Other Polaroid scientists soon joined him in the initial attacks upon theory. The first problem met was exactly what kind of device they wanted. What wave-length could best aid the biologists? What did the biologists want to find? Then there was the problem of how to make it, the core of which was the apparently insurmountable difficulty of designing the lens. Gray's work came at an opportune time, for at the beginning there were many doubts.

Work Slow at First

Finally, there were operational problems. Would the ultraviolet rays and the heat kill the very substances they were trying to probe? Work proceeded slowly at first, but under Shurcliff's guidance, the experts in all the various fields fitted their individual labor together in the final coordination of the project. First use of the microscope came early this spring.

Fundamental to the whole program and to many modern optical miracles is the discovery by Land in 1938 of the first practical way to polarize light by synthetic means. Land at the time was a graduate student in the Department of Physics. According a legend, Land first became interested in optics as a student in the basic Physics course, then Physics A.

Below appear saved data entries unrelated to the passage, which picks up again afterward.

"""The plans of an audit as entries of the record: paths and savings by quantity, and one plan for all of them."""

from __future__ import annotations

from collections.abc import Mapping
from typing import Any

from narrowgauge.conduct.entries import finite, interval_fields, scheme_entry
from narrowgauge.conduct.run import Outcome
from narrowgauge.judge.allocation import Allocation, CommonLevel, LevelPlan, allocate, common_plan
from narrowgauge.judge.asked import rmse_of
from narrowgauge.judge.gain import LevelView, Scheme
from narrowgauge.judge.saving import saving
from narrowgauge.kernel.auditfile import AuditFile
from narrowgauge.measure.arms import REFERENCE
from narrowgauge.record.audit import AllocationEntry, CommonLevelEntry, CommonPlanEntry, PlanEntry

__all__ = ["allocation_entry", "common_plan_entry"]


def allocation_entry(file: AuditFile, outcome: Outcome, name: str, weak_error: float | None) -> AllocationEntry:
    """Return what one quantity needs and saves with the schemes that serve all quantities."""
    schemes, reason = _schemes(file, outcome, name)
    views = _views(outcome, name)
    over: dict[str, Any] = {}
    for label, rival in (("saving", file.formats.today), ("saving_over_reference", REFERENCE)):
        known = schemes is not None and all(rival in view.tally.differences for view in views.values())
        found = saving(views, schemes, Scheme(kind="alone", narrow=rival), outcome.alpha) if schemes and known else None
        over |= interval_fields(label, found)
    plan = None if schemes is None else _allocated(file, outcome, name, schemes)
    return AllocationEntry(
        rmse=rmse_of(file, name),
        levels=[_plan_entry(one) for one in (plan.levels if plan else ())],
        cost=plan.cost if plan else None,
        **over,
        weak_error=weak_error,
        reason=reason or (None if plan else "no target"),
    )


def common_plan_entry(file: AuditFile, outcome: Outcome) -> CommonPlanEntry:
    """Return the plan of a run that serves all quantities, and the costs of today and reference over its own."""
    names = list(outcome.judgements[min(outcome.judgements)].views)
    plans: dict[str, Allocation] = {}
    for name in names:
        schemes, reason = _schemes(file, outcome, name)
        plan = None if schemes is None else _allocated(file, outcome, name, schemes)
        if plan is None:
            why = reason or "no target"
            blamed = f"{name}: {why}" if reason is not None and len(names) > 1 else why
            return CommonPlanEntry(levels=[], cost=None, saving=None, saving_over_reference=None, reason=blamed)
        plans[name] = plan
    common = common_plan(plans)
    today, reference = (_alone_cost(file, outcome, names, arm) for arm in (file.formats.today, REFERENCE))
    return CommonPlanEntry(
        levels=[_common_entry(one) for one in common.levels],
        cost=common.cost,
        saving=None if today is None else finite(today / common.cost),
        saving_over_reference=None if reference is None else finite(reference / common.cost),
        reason=None,
    )


def _schemes(file: AuditFile, outcome: Outcome, name: str) -> tuple[dict[int, Scheme] | None, str | None]:
    """Return the scheme of each level for a run that serves all quantities, or why a quantity has no plan with them."""
    levels = sorted(outcome.judgements)
    # Levels that are not coupled are alternatives: nothing of them adds up.
    if file.kernel.coupling != "sum" and len(levels) > 1:
        return None, "levels that are not coupled do not add up"
    found = {}
    for level in levels:
        judged = outcome.judgements[level]
        if judged.joint is None or judged.best[name] is None:
            return None, _without_scheme(level, _views(outcome, name), alone=len(judged.views) == 1)
        found[level] = judged.joint
    return found, None


def _without_scheme(level: int, views: Mapping[int, LevelView], *, alone: bool) -> str:
    """Return why no scheme can be chosen: the first step of many kernels moves nothing that they return."""
    still = {one for one, view in views.items() if view.tally.differences[REFERENCE].moments.variance == 0}
    if level not in still:
        return "a level without a finite scheme"
    advice, where = "", f"level {level}"
    if len(still) == len(views):
        advice, where = "" if alone else ": leave it out of what the kernel returns", "any level"
    elif level == 0:
        advice = ": begin the ladder with more steps (ladder.coarsest_steps)"
    return f"nothing varies on {where}, so that costs cannot be compared there{advice}"


def _views(outcome: Outcome, name: str) -> dict[int, LevelView]:
    return {level: judged.views[name] for level, judged in sorted(outcome.judgements.items())}


def _allocated(file: AuditFile, outcome: Outcome, name: str, schemes: dict[int, Scheme]) -> Allocation | None:
    """Return the paths of one quantity; None without a target."""
    rmse = rmse_of(file, name)
    if rmse is None or file.target is None:
        return None
    return allocate(_views(outcome, name), schemes, rmse, file.target.bias_share, outcome.alpha)


def _alone_cost(file: AuditFile, outcome: Outcome, names: list[str], arm: str) -> float | None:
    """Return the cost of a plan for all quantities with one arm alone; None where that arm is not finite."""
    plans = {}
    for name in names:
        views = _views(outcome, name)
        differences = [view.tally.differences.get(arm) for view in views.values()]
        if any(one is None or one.nonfinite or finite(one.moments.variance) is None for one in differences):
            return None
        plan = _allocated(file, outcome, name, dict.fromkeys(views, Scheme(kind="alone", narrow=arm)))
        if plan is None:
            return None
        plans[name] = plan
    return common_plan(plans).cost


def _plan_entry(one: LevelPlan) -> PlanEntry:
    return PlanEntry(
        level=one.level,
        scheme=scheme_entry(one.scheme),
        paths=one.paths,
        correction_paths=one.correction_paths,
        bounded=one.bounded,
        cost=one.cost,
    )


def _common_entry(one: CommonLevel) -> CommonLevelEntry:
    return CommonLevelEntry(
        level=one.level,
        scheme=scheme_entry(one.scheme),
        paths=one.low.paths,
        paths_decided_by=one.low.decided_by,
        correction_paths=None if one.correction is None else one.correction.paths,
        correction_paths_decided_by=None if one.correction is None else one.correction.decided_by,
        bounded=one.bounded,
        cost=one.cost,
    )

A means had been developed before to polarize light, but it involved the use of quartz crystals, which were arranged so that the crystal lattice was aligned along one axis. Light would be transmitted freely by one axis of the crystals, but it would be blocked entirely by the other axis. This worked--in theory. But in practice, a perfect alignment of the crystals was impossible, and their sizes made the apertures through which light passed comparatively small.

Secret is Stretched Plastic

Studying this method, Land realized that the process might work better on the molecular scale. He finally worked out a means in which a sheet of polyvinyl alcohol a thick plastic--was stretched. In the stretching, the molecules of the plastic would align themselves with their poles in the same direction. Land had a cheap, permanent device that was far more efficient, both in the transmission and the exclusion of light, than was its crystal predecessor.

The amazing property of the polarizing screen to cut glare soon won him a host of backers, and the Polaroid Corporation was founded with Land as President. The polarizers were to form the fundamental tool in the development of many new optical projects, many still completely "classified" because of their defense value. Land is the inventor of the Polaroid-Land camera, which enables the amateur photographer to take a picture and see it developed in less than one minute.

But the project that has the widest horizon is the ultraviolet microscope. Its prospects as an aid to medical scientists in their probe of the mysteries of life appear limitless.